Pipelines let you specify the CPUs and memory to give to the driver and each executor. You can configure resources in the Cloud Data Fusion Studio pipeline configurations. For more information, see Manage pipeline configurations.
This page provides the guidelines on how much driver and executor resources to configure for your use case.
Driver
Since the driver doesn't do much work, the default of 1 CPU and 2 GB memory is enough to run most pipelines. You might need to increase the memory for pipelines that contain many stages or large schemas. As mentioned in Parallel processing of JOINs, if the pipeline is performing in-memory joins, the in-memory datasets also need to fit in the driver's memory.
Executor
Consider the following guidelines on CPU and memory resources.
CPU
The number of CPUs assigned to an executor determines the number of tasks the executor can run in parallel. Each partition of data requires one task to process. In most cases, it's simplest to set the number of CPUs to one, and instead focus on adjusting memory.
Memory
For most pipelines, 4 GB of executor memory is enough to successfully run the pipeline. Heavily skewed, multi-terabyte joins have been completed with 4 GB of executor memory. It's possible to improve execution speed by increasing the amount of memory, but this requires a strong understanding of both your data and your pipeline.

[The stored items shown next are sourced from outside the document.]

def jump_field(case: Case, mesh: Mesh, vel: np.ndarray) -> dict:
    """The velocity jumps, recomputed from the nodal velocities through the Bernstein
    coefficients b_i of each: ``jump_slip`` (n_jump,) the mean |t.b_i|;
    ``jump_flow_breach`` the largest breach of n.b_i >= tan(phi) |t.b_i| where phi > 0 and
    ``jump_tresca_breach`` the largest |n.b_i| where phi = 0, in velocity units;
    ``jump_dissipation`` (n_jump,) kN/m per unit footing
    velocity, sum_i integral(c B_i) * (n.b_i cot(phi), or |t.b_i| below sin(phi) = 1e-3);
    ``jump_ends`` (n_jump, 2, 2) m."""
    geometry = jump_geometry(mesh)
    jump = vel[geometry["side2"]] - vel[geometry["side1"]]  # (n_jump, 3 nodes, 2)
    coeff = np.einsum("in,jnd->jid", BERNSTEIN_FROM_NODES, jump)  # (n_jump, 3, 2)
    normal = np.einsum("jid,jd->ji", coeff, geometry["normal"])
    shear = np.abs(np.einsum("jid,jd->ji", coeff, geometry["tangent"]))
    phi = np.broadcast_to(material_arrays(case)["phi"][mesh.layer[geometry["element"]]][:, None], normal.shape)
    frictional = np.sin(phi) > 1e-3
    rate = np.where(frictional, normal / np.where(frictional, np.tan(phi), 1.0), shear)
    return {"jump_slip": shear.mean(axis=1),
            "jump_flow_breach": float(max(np.max((np.tan(phi) * shear - normal)[phi > 0], initial=0.0), 0.0)),
            "jump_tresca_breach": float(np.max(np.abs(normal)[phi == 0], initial=0.0)),
            "jump_dissipation": np.sum(jump_dissipation_weights(case, mesh, geometry) * rate, axis=1),
            "jump_ends": mesh.points[geometry["side1"][:, :2]]}
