def _extension_elements(case, mesh, mat, stress, n_var, eq, cone, prescribed, q) -> dict:
    """Semi-infinite strips on every far-boundary edge and quarter planes at the corners.

    A strip on edge P-Q with outward normal d carries the linear field
    sigma(P + t (Q - P) + s d) = (1 - t) sP + t sQ + s G, s >= 0; a corner at C
    between strips of directions d1, d2 carries sigma_C + s1 G1 + s2 G2. Each
    satisfies equilibrium, traction continuity with its neighbours along their
    shared edges and rays, and yield at its finite corners plus the recession
    condition on every rate G (so yield holds to infinity). Rays on the ground
    surface carry the surcharge; rays on the symmetry line carry no shear.
    """
    far = np.flatnonzero(np.isin(mesh.boundary_kind, (FAR_SIDE, FAR_BASE)))
    e, k = mesh.boundary_element[far], mesh.boundary_local[far]
    n_s = len(far)
    d, length = mesh.edge_normals(e, k)
    P, Q = mesh.triangles[e, k], mesh.triangles[e, (k + 1) % 3]
    strip = n_var + np.arange(9 * n_s).reshape(n_s, 3, 3)  # sP, sQ, G
    n_var += 9 * n_s
    layer = mesh.layer[e]
    phi, gamma = mat["phi"][layer], mat["gamma"][layer]
    unit = (mesh.points[Q] - mesh.points[P]) / length[:, None]
    jump = [(strip[:, 1], 1.0 / length), (strip[:, 0], -1.0 / length)]
    _equilibrium(eq, [(v, w * unit[:, 0]) for v, w in jump] + [(strip[:, 2], d[:, 0])],
                 [(v, w * unit[:, 1]) for v, w in jump] + [(strip[:, 2], d[:, 1])], gamma, length)
    _continuity(eq, stress[e, k], strip[:, 0], d)
    _continuity(eq, stress[e, (k + 1) % 3], strip[:, 1], d)
    depth_rate = -d[:, 1]  # m of depth per m along d
    g = mat["c_gradient"][layer]
    deep = deep_strata(case, mesh)
    # a base strip's rate reaches the strata below the model, if any: deep_strata_cones
    down = (mesh.boundary_kind[far] == FAR_BASE) & bool(deep)
    cones = [(strip[:, 0], node_cohesion(mat, layer, -mesh.points[P, 1]), phi),
             (strip[:, 1], node_cohesion(mat, layer, -mesh.points[Q, 1]), phi),
             (strip[~down, 2], (g * depth_rate)[~down], phi[~down])]

    # Strip ends: pair ends sharing a node; parallel strips meet along a ray,
    # perpendicular ones at a corner; an unpaired end lies on the ground or the symmetry line.
    node = np.concatenate([P, Q])
    which = np.concatenate([np.zeros(n_s, int), np.ones(n_s, int)])
    owner = np.concatenate([np.arange(n_s), np.arange(n_s)])
    order = np.argsort(node, kind="stable")
    node, which, owner = node[order], which[order], owner[order]
    same = node[1:] == node[:-1]
    a, b = np.flatnonzero(same), np.flatnonzero(same) + 1
    paired = np.zeros(len(node), dtype=bool)
    paired[a], paired[b] = True, True
    sa, sb = owner[a], owner[b]
    parallel = np.abs(d[sa, 0] * d[sb, 1] - d[sa, 1] * d[sb, 0]) < 1e-9
    ray_normal = np.column_stack([-d[:, 1], d[:, 0]])
    pa, pb = sa[parallel], sb[parallel]
    _continuity(eq, strip[pa, which[a][parallel]], strip[pb, which[b][parallel]], ray_normal[pa])
    _continuity(eq, strip[pa, 2], strip[pb, 2], ray_normal[pa])

    ca, cb = sa[~parallel], sb[~parallel]
    n_c = len(ca)
    corner = n_var + np.arange(9 * n_c).reshape(n_c, 3, 3)  # sigma_C, G along d[ca], G along d[cb]
    n_var += 9 * n_c
    c_layer = layer[ca]
    for strip_id, end, rate in ((ca, which[a][~parallel], 1), (cb, which[b][~parallel], 2)):
        _continuity(eq, strip[strip_id, end], corner[:, 0], ray_normal[strip_id])
        _continuity(eq, strip[strip_id, 2], corner[:, rate], ray_normal[strip_id])
    d1, d2 = d[ca], d[cb]
    _equilibrium(eq, [(corner[:, 1], d1[:, 0]), (corner[:, 2], d2[:, 0])],
                 [(corner[:, 1], d1[:, 1]), (corner[:, 2], d2[:, 1])], mat["gamma"][c_layer], np.ones(n_c))
    c_node = node[a][~parallel]
    c_phi = mat["phi"][c_layer]
    cones += [(corner[:, 0], node_cohesion(mat, c_layer, -mesh.points[c_node, 1]), c_phi)]
    for rate, direction in ((corner[:, 1], d1), (corner[:, 2], d2)):
        keep = ~(np.isclose(direction[:, 1], -1.0) & bool(deep))  # the downward rate: deep_strata_cones
        cones.append((rate[keep], (mat["c_gradient"][c_layer] * -direction[:, 1])[keep], c_phi[keep]))
    if deep:
        # base strips: their two ends and downward rate; corners: their point, downward
        # and sideways rates (each corner has one strip of each direction)
        first_down = np.isclose(d1[:, 1], -1.0)[:, None]
        base_rate = strip[down, 2]
        corner_down = np.where(first_down, corner[:, 1], corner[:, 2])
        _deep_strata_cones(eq, cone, mat, deep, mesh.domain.depth, mesh.footing_width,
                           [(strip[down, 0], base_rate), (strip[down, 1], base_rate), (corner[:, 0], corner_down)],
                           [base_rate, corner_down], np.where(first_down, corner[:, 2], corner[:, 1]))

    loose = ~paired
    s_id, s_end, s_node = owner[loose], which[loose], node[loose]
    ground_edges = mesh.boundary_kind == GROUND
    on_ground = np.isin(s_node, mesh.boundary_edges[ground_edges][:, :2])
    on_symmetry = np.isin(s_node, mesh.boundary_edges[mesh.boundary_kind == SYMMETRY][:, :2]) & ~on_ground
    # a fixed (rigid) boundary continues along the ray and carries any traction: no condition there
    on_fixed = np.isin(s_node, mesh.boundary_edges[mesh.boundary_kind == FIXED][:, :2])
    if not np.all(on_ground | on_symmetry | on_fixed):
        raise RuntimeError("extension elements: a far-boundary chain ends nowhere known")
    # the ray continues the level ground beyond the mesh: the surcharge there is that of
    # ground at the footing's level, none at the toe of a slope
    y = mesh.points[s_node[on_ground], 1]
    q_ray = np.where(np.abs(y) < 1e-9 * mesh.domain.x_max, q, 0.0)
    up = np.tile([0.0, 1.0], (on_ground.sum(), 1))
    gs = s_id[on_ground]
    prescribed += _prescribe(eq, strip[gs, s_end[on_ground]], up, -q_ray, 0.0)
    prescribed += _prescribe(eq, strip[gs, 2], up, 0.0, 0.0)
    ss = s_id[on_symmetry]
    side = np.tile([1.0, 0.0], (on_symmetry.sum(), 1))
    prescribed += _prescribe(eq, strip[ss, s_end[on_symmetry]], side, None, 0.0)
    prescribed += _prescribe(eq, strip[ss, 2], side, None, 0.0)
    return {"n_var": n_var, "cones": cones, "layout": {"strip": strip, "corner": corner}}


def _straight_boundary_ends(mesh: Mesh, e1: np.ndarray, k1: np.ndarray) -> list[np.ndarray]:
    """Which continuity row (0 normal, 1 shear, -1 none) is redundant at each end of
    each interior edge.

    At a ground-surface node on a straight stretch that has only two triangles,
    both traction rows across the one interior edge reduce to the jump of the
    stress along the surface: they are linearly dependent, and the solver slows
    and stalls on dependent equalities. Keep the row in which that jump has the
    larger coefficient.
    """
    n_nodes = len(mesh.points)
    valence = np.bincount(mesh.triangles[:, :3].ravel(), minlength=n_nodes)
    full = mesh.boundary_kind == GROUND
    nodes = mesh.boundary_edges[full, :2]
    kind = mesh.boundary_kind[full]
    normals, _ = mesh.edge_normals(mesh.boundary_element[full], mesh.boundary_local[full])
    count = np.bincount(nodes.ravel(), minlength=n_nodes)
    # each node's two boundary edges: written forward and backward, last write wins
    kind_a, kind_b = np.full(n_nodes, -1), np.full(n_nodes, -1)
    normal_a, normal_b = np.zeros((n_nodes, 2)), np.zeros((n_nodes, 2))
    kind_a[nodes.ravel()] = np.repeat(kind, 2)
    normal_a[nodes.ravel()] = np.repeat(normals, 2, axis=0)
    kind_b[nodes[::-1].ravel()] = np.repeat(kind[::-1], 2)
    normal_b[nodes[::-1].ravel()] = np.repeat(normals[::-1], 2, axis=0)
    straight = np.abs(normal_a[:, 0] * normal_b[:, 1] - normal_a[:, 1] * normal_b[:, 0]) < 1e-9
    flagged = (valence == 2) & (count == 2) & (kind_a == kind_b) & straight
    tangent = np.column_stack([-normal_a[:, 1], normal_a[:, 0]])
    out = []
    normal, _ = mesh.edge_normals(e1, k1)
    for local in (k1, (k1 + 1) % 3):
        node = mesh.triangles[e1, local]
        t = tangent[node]
        along = np.abs(np.sum(normal * t, axis=1))
        across = np.abs(normal[:, 0] * t[:, 1] - normal[:, 1] * t[:, 0])
        # jump coefficient: (n.t)^2 in the normal row, (n.t)(n.m) in the shear row
        redundant = np.where(along * along >= along * across, 1, 0)
        out.append(np.where(flagged[node], redundant, -1))
    return out


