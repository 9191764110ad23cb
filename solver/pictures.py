"""Pictures of a run (matplotlib, PNG and SVG beside result.json).

* ``model``: the ground profile, the layers with their parameters, the water
  table (when given), the footing with its load and the lower bound's mesh; the
  whole model and a detail near the footing.
* ``mechanism``: the upper bound's collapse mechanism: the shear strain rate
  shaded on the mesh (it shows the mechanism in every soil, cohesionless ones
  included), the layers named, velocity arrows, the footing's motion and the
  extent of the moving soil (m and multiples of B).
* ``stress``: the lower bound's stress field: yield utilisation and the
  directions of the principal stresses in the plastic zone (compression
  positive).
* ``contact``: the lower bound's normal and shear stresses along the footing
  base, from its stress field.
* Every detail view frames the upper bound's moving soil and the lower bound's
  plastic zone together, so that neither is cut off and the pictures match.
* :func:`convergence_figure`: lower and upper bound, and wall time, against the
  number of elements (for runs that refine the mesh).

The ground is drawn as it is modelled (:class:`Profile`): level, or level to a
crest, down a slope face to a toe and level beyond. Everything that belongs to
the soil (layer bands, interfaces, the water table, velocity arrows, the
mechanism's frame) is drawn only below the ground surface; the air stays blank.
The load is drawn along its line of action: inclined as given and through the
base at its eccentricity.

Symmetric strip cases are solved on the half domain x >= 0 and mirrored here. A
circular footing (axisymmetric) is drawn as it is solved: the half section r >= 0
through its axis (x is the radius r), never mirrored, with the axis of symmetry
drawn as a chain line at r = 0 and named in words, the footing from r = 0 to B/2. Colour
maps run from light to dark so that the pictures print in grey; every series
also differs in line style or marker. Text from the case file is drawn as
plain text (never as mathematics markup). Figures are built without pyplot, so
drawing has no global state.
"""
from __future__ import annotations

import contextlib
import io
import math
import textwrap
import warnings
from collections.abc import Iterator
from dataclasses import dataclass
from pathlib import Path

Spark divides memory into several sections. A section is reserved for Spark internal usage, and another is for execution and storage.
By default, the storage and execution section is roughly 60% of the total
memory. Spark's spark.memory.fraction configuration
property (defaults to 0.6)
controls this percentage. This amount performs well for most workloads and
normally doesn't need to be adjusted.
The storage and execution section is further divided into separate spaces for
storage and execution. By default, those spaces are the same size, but you can
adjust them by setting spark.memory.storageFraction
(defaults to 0.5) to
control what percentage of the space is reserved for storage.
The storage space stores cached data. The execution space stores shuffle, join, sort, and aggregation data. If there's extra space in the execution section, Spark can use some of it for storage data. However, execution data will never use any of the storage space.
If you know your pipeline isn't caching any data, you can reduce the storage fraction to leave more room for execution requirements.
Point to consider: YARN container memory
The executor memory setting controls the amount of heap memory given to the
executors. Spark adds an additional amount of memory for off-heap memory, which
is controlled by the spark.executor.memoryOverhead
setting, which defaults to
384m. That means that the amount of memory YARN reserves for each executor is
higher than the number set in the pipeline resources configuration. For example,
if you set executor memory to 2048m, Spark adds 384m to that number and requests
YARN for a 2432m container. On top of that, YARN rounds the request number up to
a multiple of yarn.scheduler.increment-allocation-mb
, which defaults to the
value of yarn.scheduler.minimum-allocation-mb
. If it is set to 512, YARN
rounds the 2432m up to 2560m. If the value is set to 1024, YARN rounds up the
2432m to 3072m. This point is useful to keep in mind when determining the size
of each worker node in your cluster.